◆ WHAT YOU ARE ASKED TO DO ◆
Of the lines below, write out exactly those from the line with "lines: [kind, ...(pack_size" through the line with "popup: 'min-w-52 rounded", both included, and skip the rest.

(DATA begins)

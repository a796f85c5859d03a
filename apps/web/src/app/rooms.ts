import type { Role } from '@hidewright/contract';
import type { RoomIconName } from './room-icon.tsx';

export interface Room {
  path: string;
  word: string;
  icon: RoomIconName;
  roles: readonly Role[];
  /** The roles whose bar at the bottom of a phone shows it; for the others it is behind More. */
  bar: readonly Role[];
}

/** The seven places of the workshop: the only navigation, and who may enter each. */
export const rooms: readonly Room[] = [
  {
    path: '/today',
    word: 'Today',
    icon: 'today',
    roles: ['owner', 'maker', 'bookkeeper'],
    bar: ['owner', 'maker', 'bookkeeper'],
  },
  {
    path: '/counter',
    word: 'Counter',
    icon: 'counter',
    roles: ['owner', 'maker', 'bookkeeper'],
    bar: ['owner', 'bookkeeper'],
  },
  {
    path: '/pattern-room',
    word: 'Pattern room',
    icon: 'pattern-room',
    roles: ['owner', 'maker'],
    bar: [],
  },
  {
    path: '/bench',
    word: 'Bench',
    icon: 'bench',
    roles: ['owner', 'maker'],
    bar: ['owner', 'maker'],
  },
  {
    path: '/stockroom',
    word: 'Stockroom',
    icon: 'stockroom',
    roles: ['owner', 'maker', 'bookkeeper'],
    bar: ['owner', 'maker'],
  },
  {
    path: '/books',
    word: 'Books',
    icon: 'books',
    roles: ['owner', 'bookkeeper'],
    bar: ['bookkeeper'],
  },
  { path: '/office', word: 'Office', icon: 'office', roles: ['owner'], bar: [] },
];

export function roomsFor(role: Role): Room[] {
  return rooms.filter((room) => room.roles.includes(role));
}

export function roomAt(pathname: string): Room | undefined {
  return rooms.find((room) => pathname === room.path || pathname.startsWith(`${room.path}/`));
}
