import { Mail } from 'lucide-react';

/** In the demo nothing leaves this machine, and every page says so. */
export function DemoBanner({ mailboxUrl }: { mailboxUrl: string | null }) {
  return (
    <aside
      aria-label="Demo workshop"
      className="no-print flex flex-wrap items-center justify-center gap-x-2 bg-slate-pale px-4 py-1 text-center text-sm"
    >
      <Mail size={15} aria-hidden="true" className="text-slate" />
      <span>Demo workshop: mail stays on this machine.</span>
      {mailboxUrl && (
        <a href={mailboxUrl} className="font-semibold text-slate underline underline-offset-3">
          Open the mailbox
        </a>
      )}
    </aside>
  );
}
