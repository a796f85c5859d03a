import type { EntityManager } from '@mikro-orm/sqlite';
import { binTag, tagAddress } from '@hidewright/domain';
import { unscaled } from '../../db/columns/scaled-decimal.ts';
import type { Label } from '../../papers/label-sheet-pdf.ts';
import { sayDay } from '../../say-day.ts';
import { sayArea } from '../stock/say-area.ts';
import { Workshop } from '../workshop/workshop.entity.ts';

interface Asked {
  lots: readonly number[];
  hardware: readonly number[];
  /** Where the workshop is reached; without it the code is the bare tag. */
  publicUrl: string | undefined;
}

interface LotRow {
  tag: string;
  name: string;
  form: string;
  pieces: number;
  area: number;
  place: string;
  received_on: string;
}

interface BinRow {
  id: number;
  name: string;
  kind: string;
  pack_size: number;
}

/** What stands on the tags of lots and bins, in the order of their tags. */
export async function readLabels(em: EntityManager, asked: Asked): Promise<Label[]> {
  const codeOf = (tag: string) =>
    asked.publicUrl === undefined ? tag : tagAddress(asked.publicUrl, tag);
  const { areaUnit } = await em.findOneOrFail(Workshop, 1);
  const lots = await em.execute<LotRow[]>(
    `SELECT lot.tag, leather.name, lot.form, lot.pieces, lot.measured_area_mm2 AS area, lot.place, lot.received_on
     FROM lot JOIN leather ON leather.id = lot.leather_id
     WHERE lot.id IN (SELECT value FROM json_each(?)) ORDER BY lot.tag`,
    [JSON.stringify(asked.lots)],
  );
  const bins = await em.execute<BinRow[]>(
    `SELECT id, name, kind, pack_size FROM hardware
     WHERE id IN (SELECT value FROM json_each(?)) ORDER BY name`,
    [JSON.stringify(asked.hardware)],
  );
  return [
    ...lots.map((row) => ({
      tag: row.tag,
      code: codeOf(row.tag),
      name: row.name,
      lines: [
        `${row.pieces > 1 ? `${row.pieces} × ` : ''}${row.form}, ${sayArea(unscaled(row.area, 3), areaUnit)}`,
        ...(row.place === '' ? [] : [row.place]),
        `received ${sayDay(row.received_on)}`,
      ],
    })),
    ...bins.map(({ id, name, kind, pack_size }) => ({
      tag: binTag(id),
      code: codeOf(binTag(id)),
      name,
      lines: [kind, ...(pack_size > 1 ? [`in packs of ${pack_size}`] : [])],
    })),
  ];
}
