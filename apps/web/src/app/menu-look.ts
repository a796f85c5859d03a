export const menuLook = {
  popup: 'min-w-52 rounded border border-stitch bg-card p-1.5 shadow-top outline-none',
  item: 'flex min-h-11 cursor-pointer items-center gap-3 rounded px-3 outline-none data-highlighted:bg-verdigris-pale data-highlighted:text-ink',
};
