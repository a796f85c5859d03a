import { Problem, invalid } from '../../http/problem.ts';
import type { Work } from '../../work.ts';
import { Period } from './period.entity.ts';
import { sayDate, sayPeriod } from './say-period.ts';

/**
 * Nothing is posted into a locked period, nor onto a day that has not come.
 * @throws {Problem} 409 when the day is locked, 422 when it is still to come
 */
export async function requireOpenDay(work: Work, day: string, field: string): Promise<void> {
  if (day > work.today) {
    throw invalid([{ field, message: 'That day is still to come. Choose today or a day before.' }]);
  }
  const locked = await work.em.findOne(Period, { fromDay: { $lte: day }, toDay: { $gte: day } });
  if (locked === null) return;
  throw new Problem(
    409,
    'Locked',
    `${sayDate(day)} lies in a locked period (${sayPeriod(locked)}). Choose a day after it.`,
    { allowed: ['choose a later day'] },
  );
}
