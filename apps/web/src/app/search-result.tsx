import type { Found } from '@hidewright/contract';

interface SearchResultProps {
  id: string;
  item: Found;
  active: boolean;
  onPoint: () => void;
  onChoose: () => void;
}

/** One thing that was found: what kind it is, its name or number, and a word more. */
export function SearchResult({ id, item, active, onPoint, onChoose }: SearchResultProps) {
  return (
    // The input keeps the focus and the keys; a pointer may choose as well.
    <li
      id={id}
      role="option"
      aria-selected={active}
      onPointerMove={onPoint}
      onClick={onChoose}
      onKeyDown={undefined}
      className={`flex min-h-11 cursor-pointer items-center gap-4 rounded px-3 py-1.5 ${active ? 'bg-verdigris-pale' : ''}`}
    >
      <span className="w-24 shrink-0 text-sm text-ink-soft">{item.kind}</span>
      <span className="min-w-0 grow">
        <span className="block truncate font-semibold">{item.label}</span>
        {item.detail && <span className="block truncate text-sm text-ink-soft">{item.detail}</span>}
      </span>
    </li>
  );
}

(DATA ends)
(DATA begins)

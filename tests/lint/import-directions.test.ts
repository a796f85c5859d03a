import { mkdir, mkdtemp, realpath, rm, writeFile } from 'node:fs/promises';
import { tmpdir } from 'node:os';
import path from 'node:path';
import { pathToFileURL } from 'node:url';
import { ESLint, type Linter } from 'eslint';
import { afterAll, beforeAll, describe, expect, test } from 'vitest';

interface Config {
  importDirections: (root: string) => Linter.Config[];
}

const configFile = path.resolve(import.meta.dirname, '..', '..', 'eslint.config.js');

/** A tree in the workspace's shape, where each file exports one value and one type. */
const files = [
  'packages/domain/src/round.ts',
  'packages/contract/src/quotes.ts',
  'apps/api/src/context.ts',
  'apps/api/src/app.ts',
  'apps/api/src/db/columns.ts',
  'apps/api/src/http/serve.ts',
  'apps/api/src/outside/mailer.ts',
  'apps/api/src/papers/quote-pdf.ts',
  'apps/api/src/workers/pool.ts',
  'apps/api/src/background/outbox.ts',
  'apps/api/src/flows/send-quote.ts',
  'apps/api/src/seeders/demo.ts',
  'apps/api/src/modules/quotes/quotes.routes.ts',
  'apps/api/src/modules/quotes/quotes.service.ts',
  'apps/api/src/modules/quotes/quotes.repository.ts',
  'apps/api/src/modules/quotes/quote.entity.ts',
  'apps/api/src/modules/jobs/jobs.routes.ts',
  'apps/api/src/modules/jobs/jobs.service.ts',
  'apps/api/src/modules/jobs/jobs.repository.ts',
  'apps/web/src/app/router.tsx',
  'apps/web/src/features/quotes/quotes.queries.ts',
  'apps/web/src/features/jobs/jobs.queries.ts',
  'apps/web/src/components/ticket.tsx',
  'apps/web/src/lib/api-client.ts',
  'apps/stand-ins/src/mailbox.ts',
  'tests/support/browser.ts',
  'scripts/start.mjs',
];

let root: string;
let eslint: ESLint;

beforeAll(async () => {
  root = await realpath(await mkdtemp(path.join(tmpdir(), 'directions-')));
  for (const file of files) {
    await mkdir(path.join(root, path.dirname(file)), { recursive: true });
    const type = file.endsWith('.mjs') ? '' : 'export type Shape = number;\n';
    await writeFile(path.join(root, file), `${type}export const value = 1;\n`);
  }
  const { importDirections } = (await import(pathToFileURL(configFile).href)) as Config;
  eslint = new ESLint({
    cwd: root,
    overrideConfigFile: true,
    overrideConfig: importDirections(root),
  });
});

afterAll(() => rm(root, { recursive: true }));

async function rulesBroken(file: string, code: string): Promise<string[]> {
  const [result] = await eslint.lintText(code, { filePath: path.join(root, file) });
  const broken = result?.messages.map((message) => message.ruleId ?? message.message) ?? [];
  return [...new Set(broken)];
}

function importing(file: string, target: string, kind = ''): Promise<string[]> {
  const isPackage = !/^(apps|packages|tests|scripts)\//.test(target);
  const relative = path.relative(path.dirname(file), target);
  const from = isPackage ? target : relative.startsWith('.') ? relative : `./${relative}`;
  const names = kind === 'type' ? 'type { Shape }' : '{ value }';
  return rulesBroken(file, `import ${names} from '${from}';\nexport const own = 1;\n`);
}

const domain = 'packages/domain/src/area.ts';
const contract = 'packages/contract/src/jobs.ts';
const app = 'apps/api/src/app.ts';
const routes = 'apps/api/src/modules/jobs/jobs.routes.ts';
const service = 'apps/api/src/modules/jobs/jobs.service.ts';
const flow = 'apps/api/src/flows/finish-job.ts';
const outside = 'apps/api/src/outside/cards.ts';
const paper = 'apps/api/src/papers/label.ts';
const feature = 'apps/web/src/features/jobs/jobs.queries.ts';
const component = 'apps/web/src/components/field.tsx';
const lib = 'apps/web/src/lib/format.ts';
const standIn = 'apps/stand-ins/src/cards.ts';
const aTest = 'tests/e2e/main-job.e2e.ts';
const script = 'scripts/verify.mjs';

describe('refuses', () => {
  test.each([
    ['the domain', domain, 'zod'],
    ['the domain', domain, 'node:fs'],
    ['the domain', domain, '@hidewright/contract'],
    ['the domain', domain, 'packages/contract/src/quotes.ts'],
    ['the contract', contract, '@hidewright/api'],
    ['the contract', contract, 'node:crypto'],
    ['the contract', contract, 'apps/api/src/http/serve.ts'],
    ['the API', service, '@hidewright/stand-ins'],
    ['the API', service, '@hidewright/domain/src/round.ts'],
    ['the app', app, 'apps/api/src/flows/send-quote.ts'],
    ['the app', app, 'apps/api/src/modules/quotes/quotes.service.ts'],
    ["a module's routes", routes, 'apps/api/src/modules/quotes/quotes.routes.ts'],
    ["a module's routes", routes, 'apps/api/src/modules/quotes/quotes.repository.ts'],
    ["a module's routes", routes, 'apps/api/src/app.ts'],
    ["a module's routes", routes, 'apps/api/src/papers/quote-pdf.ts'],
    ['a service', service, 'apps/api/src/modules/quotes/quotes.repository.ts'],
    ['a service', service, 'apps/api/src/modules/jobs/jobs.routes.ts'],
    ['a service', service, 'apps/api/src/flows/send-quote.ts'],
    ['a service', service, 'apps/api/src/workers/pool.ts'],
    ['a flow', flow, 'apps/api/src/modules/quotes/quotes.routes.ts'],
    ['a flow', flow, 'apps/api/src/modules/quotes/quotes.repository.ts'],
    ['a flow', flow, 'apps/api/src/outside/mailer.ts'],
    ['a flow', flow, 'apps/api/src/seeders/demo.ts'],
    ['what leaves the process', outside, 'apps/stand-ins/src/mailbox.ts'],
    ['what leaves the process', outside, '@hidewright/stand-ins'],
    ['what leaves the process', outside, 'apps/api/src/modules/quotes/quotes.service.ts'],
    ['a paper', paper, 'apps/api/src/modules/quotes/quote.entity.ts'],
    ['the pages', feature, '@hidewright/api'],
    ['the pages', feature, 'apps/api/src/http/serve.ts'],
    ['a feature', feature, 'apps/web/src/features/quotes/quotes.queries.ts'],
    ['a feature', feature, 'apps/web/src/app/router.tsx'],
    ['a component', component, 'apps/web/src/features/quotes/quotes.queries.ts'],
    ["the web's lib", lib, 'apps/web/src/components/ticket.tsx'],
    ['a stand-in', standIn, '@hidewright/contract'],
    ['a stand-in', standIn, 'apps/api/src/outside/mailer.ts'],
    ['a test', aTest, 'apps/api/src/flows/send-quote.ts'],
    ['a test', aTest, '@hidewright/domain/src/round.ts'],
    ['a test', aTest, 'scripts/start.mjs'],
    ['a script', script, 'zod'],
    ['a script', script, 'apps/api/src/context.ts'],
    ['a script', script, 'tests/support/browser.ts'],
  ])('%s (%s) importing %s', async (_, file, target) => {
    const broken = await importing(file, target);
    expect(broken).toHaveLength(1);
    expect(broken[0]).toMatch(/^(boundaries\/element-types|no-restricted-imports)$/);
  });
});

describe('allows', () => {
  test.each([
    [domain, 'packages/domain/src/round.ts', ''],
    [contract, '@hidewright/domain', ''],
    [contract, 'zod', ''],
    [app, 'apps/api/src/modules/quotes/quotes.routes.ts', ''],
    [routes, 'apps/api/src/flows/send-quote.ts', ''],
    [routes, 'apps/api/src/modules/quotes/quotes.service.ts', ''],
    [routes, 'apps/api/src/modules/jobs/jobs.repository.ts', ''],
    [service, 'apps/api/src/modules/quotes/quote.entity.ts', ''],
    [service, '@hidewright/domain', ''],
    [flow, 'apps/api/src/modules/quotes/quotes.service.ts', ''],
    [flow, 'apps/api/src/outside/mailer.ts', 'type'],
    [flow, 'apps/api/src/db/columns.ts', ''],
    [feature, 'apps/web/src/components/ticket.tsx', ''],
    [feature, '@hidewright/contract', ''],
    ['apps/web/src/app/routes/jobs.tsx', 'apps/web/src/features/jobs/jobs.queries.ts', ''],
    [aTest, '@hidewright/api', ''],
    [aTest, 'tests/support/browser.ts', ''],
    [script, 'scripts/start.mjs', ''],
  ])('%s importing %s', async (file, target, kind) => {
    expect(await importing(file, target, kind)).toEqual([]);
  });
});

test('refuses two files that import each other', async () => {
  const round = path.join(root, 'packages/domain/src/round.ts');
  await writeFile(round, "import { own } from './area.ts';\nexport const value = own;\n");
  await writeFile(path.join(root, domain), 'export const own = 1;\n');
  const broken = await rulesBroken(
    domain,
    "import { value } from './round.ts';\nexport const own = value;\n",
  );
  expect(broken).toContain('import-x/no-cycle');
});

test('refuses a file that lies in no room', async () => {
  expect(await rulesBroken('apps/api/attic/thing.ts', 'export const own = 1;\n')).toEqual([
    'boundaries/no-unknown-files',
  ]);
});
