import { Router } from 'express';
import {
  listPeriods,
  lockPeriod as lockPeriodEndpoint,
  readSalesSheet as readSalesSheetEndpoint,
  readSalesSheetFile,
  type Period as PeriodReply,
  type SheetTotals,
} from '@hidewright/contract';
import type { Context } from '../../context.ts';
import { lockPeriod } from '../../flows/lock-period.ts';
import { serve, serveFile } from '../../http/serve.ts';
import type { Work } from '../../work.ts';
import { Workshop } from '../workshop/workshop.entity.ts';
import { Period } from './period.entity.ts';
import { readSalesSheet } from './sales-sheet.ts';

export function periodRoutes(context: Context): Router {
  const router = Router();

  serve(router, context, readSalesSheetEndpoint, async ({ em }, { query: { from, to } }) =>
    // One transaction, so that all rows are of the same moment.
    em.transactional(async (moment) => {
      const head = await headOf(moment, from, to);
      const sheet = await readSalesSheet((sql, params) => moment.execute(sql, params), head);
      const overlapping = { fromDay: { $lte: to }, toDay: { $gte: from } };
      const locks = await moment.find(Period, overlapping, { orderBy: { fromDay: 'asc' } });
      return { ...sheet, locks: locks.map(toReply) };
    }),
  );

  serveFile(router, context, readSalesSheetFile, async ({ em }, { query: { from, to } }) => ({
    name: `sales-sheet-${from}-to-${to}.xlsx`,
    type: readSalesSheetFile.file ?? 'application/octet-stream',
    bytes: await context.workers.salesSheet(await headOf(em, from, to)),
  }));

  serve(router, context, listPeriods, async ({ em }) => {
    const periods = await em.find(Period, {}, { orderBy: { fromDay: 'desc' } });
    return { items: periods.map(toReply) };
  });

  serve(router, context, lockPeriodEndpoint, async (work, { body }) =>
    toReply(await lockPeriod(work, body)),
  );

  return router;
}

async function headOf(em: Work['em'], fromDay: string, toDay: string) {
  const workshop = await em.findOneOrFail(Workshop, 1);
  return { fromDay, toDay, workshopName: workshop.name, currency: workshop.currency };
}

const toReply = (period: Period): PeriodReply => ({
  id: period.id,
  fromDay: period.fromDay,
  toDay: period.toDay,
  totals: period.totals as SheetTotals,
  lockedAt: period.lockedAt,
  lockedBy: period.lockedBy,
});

(DATA ends)
(DATA begins)

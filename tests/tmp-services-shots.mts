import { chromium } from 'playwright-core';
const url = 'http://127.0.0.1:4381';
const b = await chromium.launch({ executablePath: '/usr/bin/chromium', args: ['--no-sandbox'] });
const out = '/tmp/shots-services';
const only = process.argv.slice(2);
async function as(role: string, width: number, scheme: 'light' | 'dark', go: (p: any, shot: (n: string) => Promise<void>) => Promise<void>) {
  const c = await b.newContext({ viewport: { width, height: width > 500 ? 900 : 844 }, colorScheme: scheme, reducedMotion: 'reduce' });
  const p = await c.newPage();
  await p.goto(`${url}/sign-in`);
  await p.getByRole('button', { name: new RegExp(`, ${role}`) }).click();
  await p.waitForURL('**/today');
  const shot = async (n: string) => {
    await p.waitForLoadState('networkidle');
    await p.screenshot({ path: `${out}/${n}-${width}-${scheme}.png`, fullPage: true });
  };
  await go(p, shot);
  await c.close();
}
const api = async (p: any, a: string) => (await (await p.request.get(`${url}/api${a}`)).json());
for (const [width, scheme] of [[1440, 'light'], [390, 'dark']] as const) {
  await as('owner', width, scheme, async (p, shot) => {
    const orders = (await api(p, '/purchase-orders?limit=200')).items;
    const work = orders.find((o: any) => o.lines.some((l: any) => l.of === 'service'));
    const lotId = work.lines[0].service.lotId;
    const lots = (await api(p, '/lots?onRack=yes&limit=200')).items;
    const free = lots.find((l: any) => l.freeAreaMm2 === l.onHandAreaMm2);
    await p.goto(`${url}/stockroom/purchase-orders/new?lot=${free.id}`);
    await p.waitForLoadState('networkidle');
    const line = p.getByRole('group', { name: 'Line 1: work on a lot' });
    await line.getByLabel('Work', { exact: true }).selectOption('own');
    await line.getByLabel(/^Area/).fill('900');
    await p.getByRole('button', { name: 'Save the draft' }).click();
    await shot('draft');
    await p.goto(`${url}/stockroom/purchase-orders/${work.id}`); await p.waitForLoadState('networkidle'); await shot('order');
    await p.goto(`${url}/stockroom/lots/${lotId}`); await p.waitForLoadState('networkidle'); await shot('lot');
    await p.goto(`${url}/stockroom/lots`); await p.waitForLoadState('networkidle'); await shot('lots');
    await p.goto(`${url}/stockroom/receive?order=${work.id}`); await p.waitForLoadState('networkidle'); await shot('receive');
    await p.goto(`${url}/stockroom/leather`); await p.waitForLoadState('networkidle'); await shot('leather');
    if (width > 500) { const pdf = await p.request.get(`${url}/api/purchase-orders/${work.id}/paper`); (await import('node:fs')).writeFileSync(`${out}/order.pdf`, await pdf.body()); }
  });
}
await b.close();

(DATA ends)

◆ ANSWER SECTION ◆
      lines: [kind, ...(pack_size > 1 ? [`in packs of ${pack_size}`] : [])],
    })),
  ];
}
filename apps/web/src/app/menu-look.ts
repository a796f85c5859d03a
export const menuLook = {
  popup: 'min-w-52 rounded border border-stitch bg-card p-1.5 shadow-top outline-none',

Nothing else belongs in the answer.